Li et al.. presented advanced quantum machine learning (ML) methods for drug molecule generation and protein binding site classification by integrating GANs, CNNs, and VAEs. In this study, a qubit-efficient quantum GAN (QGAN-HG) and an image-based method were used to advance quantum techniques for drug discovery44,45. Surana et al. developed PandoraGAN, a DL approach that uses GANs to accelerate the development of novel antiviral peptides (AVPs). Using a dataset of 130 highly active peptides, PandoraGAN efficiently generated novel peptide backbones with properties similar to those of known active peptides, thereby presenting significant potential for drug development against pathogenic viruses46. Song et al. introduced DNMG, a deep GAN architecture that utilizes transfer learning to enhance de novo molecular design by incorporating 3D spatial information and atomic physicochemical properties. This model generates novel drug-like ligands with enhanced binding affinities and physicochemical properties for specific targets, thereby advancing drug discovery47.

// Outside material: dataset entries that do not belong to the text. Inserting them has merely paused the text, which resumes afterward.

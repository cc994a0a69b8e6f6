/**
 * The browser test's page harness, loaded before the pane's own scripts (as
 * an init script): it stands in for the runtime's `CustomFunctions` while
 * the add-in's functions bundle registers its functions, then builds the
 * in-page workbook holding the demo data with those functions registered in
 * its formula engine, and hands it to the pane as its workbook port.
 */
import { captureAssociations, CustomFunction, FunctionsJson, registerArrayVlookup, registerCutline, SpillHints } from './functionTable';
import { InPageWorkbook } from './inPageWorkbook';
import { sheetHtml } from './sheetView';
import type { WorkbookPort } from '../../src/report/workbookPort';
import type { PortCell } from '../../src/report/workbookPort';

declare global {
  interface Window {
    cutlineTest: { workbook?: InPageWorkbook; functions: string[]; sheetHtml: (sheet: string) => string; error?: string };
  }
}

const table = new Map<string, CustomFunction>();
const shim = captureAssociations(table);
// The bundle calls CustomFunctions.associate at load. office.js, loaded first, adds its own `associate` to
// the object it finds (this one) and keeps what the bundle associates in `_association.mappings`; read below.
Object.defineProperty(window, 'CustomFunctions', { get: () => shim, set: () => undefined, configurable: true });

/** A CSV text's cells as a spreadsheet shows them after opening the file: numbers as numbers. */
function csvCells(text: string): PortCell[][] {
  return text
    .trim()
    .split(/\r?\n/)
    .map((line) => line.split(',').map((c) => (c.trim() !== '' && Number.isFinite(Number(c)) ? Number(c) : c === '' ? null : c)));
}

let resolve!: (p: WorkbookPort) => void;
window.cutlineWorkbookReady = new Promise<WorkbookPort>((r) => (resolve = r));
window.cutlineTest = { functions: [], sheetHtml: (s) => sheetHtml(window.cutlineTest.workbook!, s) };

async function build(): Promise<void> {
  const [meta, csv] = await Promise.all([
    fetch('functions.json').then((r) => (r.ok ? (r.json() as Promise<FunctionsJson>) : { functions: [] })),
    fetch('demo/retrofit.csv').then((r) => r.text()),
  ]);
  // office.js installs its own `associate` on the object it finds, keeping the table in `_association.mappings`.
  const office = (window as unknown as { CustomFunctions?: { _association?: { mappings?: Record<string, CustomFunction> } } }).CustomFunctions;
  for (const [id, fn] of Object.entries(office?._association?.mappings ?? {})) table.set(id.toUpperCase(), fn);
  const hints: SpillHints = new Map();
  let wb: InPageWorkbook | undefined;
  window.cutlineTest.functions = registerCutline(table, meta, hints, () => undefined);
  registerArrayVlookup();
  wb = new InPageWorkbook({ sheets: { Data: csvCells(csv) }, active: 'Data', hints });
  window.cutlineTest.workbook = wb;
  resolve(wb);
}

document.addEventListener('DOMContentLoaded', () => {
  build().catch((e) => {
    window.cutlineTest.error = e instanceof Error ? `${e.message}\n${e.stack}` : String(e);
  });
});
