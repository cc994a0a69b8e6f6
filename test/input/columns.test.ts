// Column checks of src/input/columns.ts (issue 9); expectations from README "Input".
import { numericColumn } from '../../src/input/columns';
import { tableFromRows } from '../../src/input/table';

describe('numericColumn', () => {
  test('blank-looking cells are missing, not 0', () => {
    const t = tableFromRows([['score', 'treated'], [1, '\u00a0'], [2, '\n'], [3, 1]]);
    const c = numericColumn(t, 'treated', 'treated');
    expect(Array.from(c.missing)).toEqual([1, 1, 0]);
  });
  test('a required column missing on every row is named', () => {
    const t = tableFromRows([['score', 'y'], [1, 'NA'], [2, '\u00a0']]);
    expect(() => numericColumn(t, 'y', 'outcome')).toThrow('column "y" (outcome) is missing on every one of its 2 rows');
    // A covariate may be all missing: the balance check says so as a warning.
    expect(Array.from(numericColumn(t, 'y', 'covariate').missing)).toEqual([1, 1]);
  });
  test('a decimal comma gets a hint', () => {
    const t = tableFromRows([['y'], ['2,75']]);
    expect(() => numericColumn(t, 'y', 'outcome')).toThrow(/found "2,75"; it looks like a number written with a decimal comma.*\(2\.75\)/);
  });
  test('the list of columns is cut: 12 names at most, each cut after 40 characters', () => {
    const header = ['a'.repeat(5000), ...Array.from({ length: 30 }, (_, i) => `c${i}`)];
    const t = tableFromRows([header, header.map(() => 1)]);
    let message = '';
    try {
      numericColumn(t, 'b'.repeat(5000), 'score');
    } catch (e) {
      message = (e as Error).message;
    }
    expect(message).toMatch(/^--score: no column named "b{37}…"; the columns are "a{37}…", "c0", .*"c10", … \(31 columns in all\)$/);
    expect(message.length).toBeLessThan(250);
  });
});
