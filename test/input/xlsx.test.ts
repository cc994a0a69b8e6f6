// Merged cells and blank-looking cells in an .xlsx (src/input/xlsx.ts; issue 9). Workbooks written by exceljs.
import ExcelJS from 'exceljs';
import { parseXlsx } from '../../src/input/xlsx';
import { cellNumber } from '../../src/input/cells';

async function book(fill: (ws: ExcelJS.Worksheet) => void): Promise<Uint8Array> {
  const wb = new ExcelJS.Workbook();
  fill(wb.addWorksheet('data'));
  return new Uint8Array((await wb.xlsx.writeBuffer()) as ArrayBuffer);
}

test('merged cells: the top-left holds the value, the hidden cells are blank (as Excel treats them)', async () => {
  const t = await parseXlsx(
    await book((ws) => {
      ws.addRow(['score', 'treated', 'y']);
      ws.addRow([1, 1, 5]);
      ws.addRow([2, 0, 6]);
      ws.addRow([3, 1, 7]);
      ws.mergeCells('B2:C3');
    }),
  );
  expect([t.get(0, 1), t.get(0, 2), t.get(1, 1), t.get(1, 2)]).toEqual([1, null, null, null]);
  expect(t.get(2, 1)).toBe(1);
});

test('a cell holding only a line break (Alt+Enter) or a non-breaking space reads as missing', async () => {
  const t = await parseXlsx(
    await book((ws) => {
      ws.addRow(['treated']);
      ws.addRow(['\n']);
      ws.addRow(['\u00a0']);
      ws.addRow([0]);
    }),
  );
  expect([0, 1, 2].map((r) => cellNumber(t.get(r, 0)))).toEqual([null, null, 0]);
});
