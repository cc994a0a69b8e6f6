// src/input/cellValue.ts: a cell as a workbook stores it. Expectations are the
// cell rules of docs/methods.md §1 (cells.ts) and its blank rule (trimBlank).
import { cellValueOf } from '../../src/input/cellValue';

test('plain decimal numbers become numbers; TRUE/FALSE, markers and labels stay text', () => {
  expect(cellValueOf('60.5')).toBe(60.5);
  expect(cellValueOf(' -3 ')).toBe(-3);
  expect(cellValueOf('NA')).toBe('NA');
  expect(cellValueOf('TRUE')).toBe('TRUE');
  expect(cellValueOf('north')).toBe('north');
  expect(cellValueOf('')).toBeNull();
  expect(cellValueOf(7)).toBe(7);
});

test('TRUE/FALSE framed by NBSP or zero-width spaces stay text, as without them', () => {
  expect(cellValueOf('\u200bTRUE')).toBe('\u200bTRUE');
  expect(cellValueOf('false\u00a0')).toBe('false\u00a0');
  expect(cellValueOf('\u200b12\u00a0')).toBe(12);
});
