// Every Office API call of the functions layer, made against office-addin-mock
// objects: the runtime's CustomFunctions (associate, Error, ErrorCode — the
// bundle test covers associate) and the invocation's parameterAddresses and
// onCanceled. A scan of the sources keeps this list complete: any other use
// of an Office API in src/functions fails the first test.
import * as fs from 'fs';
import * as path from 'path';
import { OfficeMockObject } from 'office-addin-mock';
import { CutlineError } from '../../src/engine';
import { excelError, toExcelError } from '../../src/functions/excelError';
import { single } from '../../src/functions/call';
import { RangeInputError } from '../../src/input/range';
import { ERROR_CODES, MockExcelError } from '../helpers/functionsBundle';

const dir = path.resolve(__dirname, '..', '..', 'src', 'functions');
const sources = fs.readdirSync(dir).map((f) => fs.readFileSync(path.join(dir, f), 'utf8'));

beforeAll(() => {
  const runtime = new OfficeMockObject({ Error: MockExcelError }) as OfficeMockObject & Record<string, unknown>;
  runtime.ErrorCode = ERROR_CODES;
  (globalThis as Record<string, unknown>).CustomFunctions = runtime;
});

test('the functions layer uses CustomFunctions.Error/ErrorCode and the invocation, and no other Office API', () => {
  const used = new Set(sources.flatMap((s) => [...s.matchAll(/\bCustomFunctions\.(\w+)/g)].map((m) => m[1])));
  // associate: named in functions.ts, whose calls the build appends (the bundle test counts them).
  expect([...used].sort()).toEqual(['CancelableInvocation', 'Error', 'ErrorCode', 'Invocation', 'associate']);
  for (const s of sources) {
    expect(s).not.toMatch(/\b(Excel|Office|OfficeExtension)\.\w/);
    const members = [...s.matchAll(/\binvocation\??\.(\w+)/g)].map((m) => m[1]);
    for (const m of members) expect(['parameterAddresses', 'onCanceled']).toContain(m);
  }
});

test('Excel errors are built by the runtime: #VALUE! and #N/A with a message, #NUM! without (Excel shows none)', () => {
  const v = excelError('#VALUE!', 'm1') as unknown as MockExcelError;
  expect(v).toBeInstanceOf(MockExcelError);
  expect([v.code, v.message]).toEqual(['#VALUE!', 'm1']);
  const n = excelError('#N/A', 'm2') as unknown as MockExcelError;
  expect([n.code, n.message]).toEqual(['#N/A', 'm2']);
  const num = excelError('#NUM!', 'ignored') as unknown as MockExcelError;
  expect([num.code, num.message]).toEqual(['#NUM!', undefined]);
});

test('which error for which problem', () => {
  const e = (x: unknown) => toExcelError('EFFECT', x) as unknown as MockExcelError;
  expect(e(new RangeInputError('score: row 2 of the range is not a number; it holds "x"', 'score'))).toEqual(
    new MockExcelError('#VALUE!', 'CUTLINE.EFFECT: score: row 2 of the range is not a number; it holds "x"'),
  );
  const option = Object.assign(new CutlineError('kernel must be one of …'), { code: 'option', argument: 'kernel' });
  expect(e(option).code).toBe('#VALUE!');
  const data = Object.assign(new CutlineError('no unit has a score below the cutoff 0'), { code: 'empty-side', argument: 'cutoff' });
  expect(e(data)).toEqual(new MockExcelError('#N/A', 'CUTLINE.EFFECT: cutoff: no unit has a score below the cutoff 0'));
  // A bug is not dressed up as the user's mistake, and shows no stack trace.
  const bug = e(new TypeError('x is undefined'));
  expect(bug.code).toBe('#N/A');
  expect(bug.message).toBe('CUTLINE.EFFECT could not compute this (x is undefined); please report it with the data that cause it');
  // The code decides, not the wording: "must be" in a finding about the data is still #N/A, and an
  // option error in words without "must be" is still #VALUE!.
  expect(e(new CutlineError('the window must be wider: 2 units above the cutoff', { code: 'too-few', argument: 'bandwidth' })).code).toBe('#N/A');
  expect(e(new CutlineError('the score is constant; got one value'))).toEqual(new MockExcelError('#N/A', 'CUTLINE.EFFECT: the score is constant; got one value'));
  expect(e(new CutlineError('unknown kernel "gaussian"', { code: 'option', argument: 'kernel' }))).toEqual(
    new MockExcelError('#VALUE!', 'CUTLINE.EFFECT: kernel: unknown kernel "gaussian"'),
  );
  expect(e(new CutlineError('score is not a number at row 3', { code: 'bad-value', argument: 'score', index: 2 })).code).toBe('#VALUE!');
  const own = excelError('#N/A', 'CUTLINE.VALIDITY: the test does not apply: …');
  expect(toExcelError('VALIDITY', own)).toBe(own);
  expect(() => single('EFFECT', Infinity)).toThrow(MockExcelError);
  expect(single('EFFECT', 2.5)).toEqual([[2.5]]);
});
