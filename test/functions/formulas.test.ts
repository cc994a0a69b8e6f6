// The summary sheet's formula text (src/report/formulas.ts) against the
// worksheet functions' signatures in the generated dist/functions.json: each
// argument lands on the parameter of its name, and the detail labels the
// summary reads with VLOOKUP are labels the functions' detail tables have.
import * as fs from 'fs';
import * as path from 'path';
import * as F from '../../src/report/formulas';
import { demoColumns } from '../helpers/excelShaped';
import { loadFunctionsBundle } from '../helpers/functionsBundle';

const meta = JSON.parse(fs.readFileSync(path.resolve(__dirname, '..', '..', 'dist', 'functions.json'), 'utf8'));
const params = (id: string): string[] => meta.functions.find((f: { id: string }) => f.id === id).parameters.map((p: { name: string }) => p.name);
const refs = { cutoff: 'CUT', bandwidth: 'BW', settings: 'SET' };
const d = { score: 'S', treated: 'D', outcome: 'Y', values: 'V', covariate: 'C' };
/** Parameter name of each argument of a formula, by position. */
function parsed(formula: string): { id: string; args: string[] } {
  const m = /^CUTLINE\.([A-Z]+)\((.*)\)$/.exec(formula)!;
  return { id: m[1], args: m[2].split(', ') };
}
const ROLE: Record<string, string> = { S: 'score', D: 'treated', Y: 'outcome', V: 'values', C: 'covariate', CUT: 'cutoff', BW: 'bandwidth', SET: 'settings', AT: 'at', TB: 'bandwidth' };

test.each([
  F.takeup(d, refs),
  F.jump(d, refs),
  F.effect(d, refs),
  F.validity(d, refs, 'TB'),
  F.densityTest(d, refs),
  F.balance(d, refs),
  F.bins(d, refs),
  F.complierCdf(d, refs, 'AT', 1),
])('%s puts each argument on its parameter', (formula) => {
  const { id, args } = parsed(formula);
  const names = params(id);
  expect(args.length).toBeLessThanOrEqual(names.length);
  args.forEach((a, k) => {
    if (a === '') return; // an argument left empty
    if (ROLE[a]) expect([id, k, names[k]]).toEqual([id, k, ROLE[a]]);
  });
});

test('the two BANDWIDTH formulas: treated, then the purpose, then the settings', () => {
  for (const [f, purpose] of [[F.bandwidth(d, refs), '"estimate"'], [F.testBandwidth(d, refs), '"test"']] as const) {
    const { args } = parsed(f);
    expect(params('BANDWIDTH').slice(3, 6)).toEqual(['treated', 'purpose', 'settings']);
    expect(args.slice(3, 6)).toEqual(['D', purpose, 'SET']);
  }
});

test('the detail labels the summary reads exist in EFFECT, TAKEUP and VALIDITY detail tables', async () => {
  const { functions: fn } = loadFunctionsBundle();
  const demo = demoColumns();
  const [S, D, Y] = ['energy_burden', 'retrofit', 'heating_bill'].map((n) => demo.cells.get(n)!);
  const labels = (m: unknown[][]): unknown[] => m.map((r) => r[0]);
  const effect = labels(fn.get('EFFECT')!(S, D, Y, 60, null, null, true));
  for (const l of ['se', 'ci_low', 'ci_high', 'ci_robust_low', 'ci_robust_high', 'pvalue', 'takeup']) expect(effect).toContain(l);
  const takeup = labels(fn.get('TAKEUP')!(S, D, 60, null, null, true));
  for (const l of ['se', 'ci_low', 'ci_high', 'ci_robust_low', 'ci_robust_high', 'pvalue']) expect(takeup).toContain(l);
  const validity = labels(await fn.get('VALIDITY')!(S, D, Y, 60, null, null, true));
  for (const l of ['pvalue_observed', 'pvalue_trend_adjusted', 'statistic', 'critical_value']) expect(validity).toContain(l);
});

Li et al. addressed the challenges in de novo drug molecule design by developing a scalable quantum generative autoencoder (SQ-VAE) for molecule reconstruction and sampling. This study explored hybrid quantum-classical networks that generated high-dimensional molecular structures with superior drug properties in various dimensions48. Joo et al. proposed a conditional variational autoencoder (CVAE) architecture to address the challenge of generating syntactically invalid molecules in DL-based generative models. The CVAE framework, trained on molecular fingerprints and GI50 results for breast cancer cell lines, generates valid fingerprints with the desired properties and enhances database search capabilities49.

Accurate prediction of protein-ligand binding affinity is essential for optimizing compounds and enhancing their interactions with target proteins50. This study applied generative AI frameworks to streamline DTI predictions, improving prediction accuracy using benchmark datasets and binding affinity measurements.

Conclusion

The VGAN-DTI framework presented in this study uniquely combines variational autoencoders (VAEs), generative adversarial networks (GANs), and multilayer perceptrons (MLPs), enabling significant advancements in drug-target interaction (DTI) prediction. This methodology sets a new standard for DTI prediction, achieving remarkable outcomes, with 96% accuracy, 95% precision, 94% recall, and a high F1 score. The focus on data quality and accurate feature representation enables scalable and efficient prediction, which optimizes molecular interaction strategies and discovers novel drug candidates. The potential of generative AI models to streamline drug discovery by expanding the chemical space for critical tasks was outlined in this study. Leveraging generative AI-based computational methods can significantly reduce both the timelines and the costs of drug discovery. Future research should validate this framework across diverse datasets and integrate additional biological data to enhance its applicability and impact on personalized medicine and drug discovery.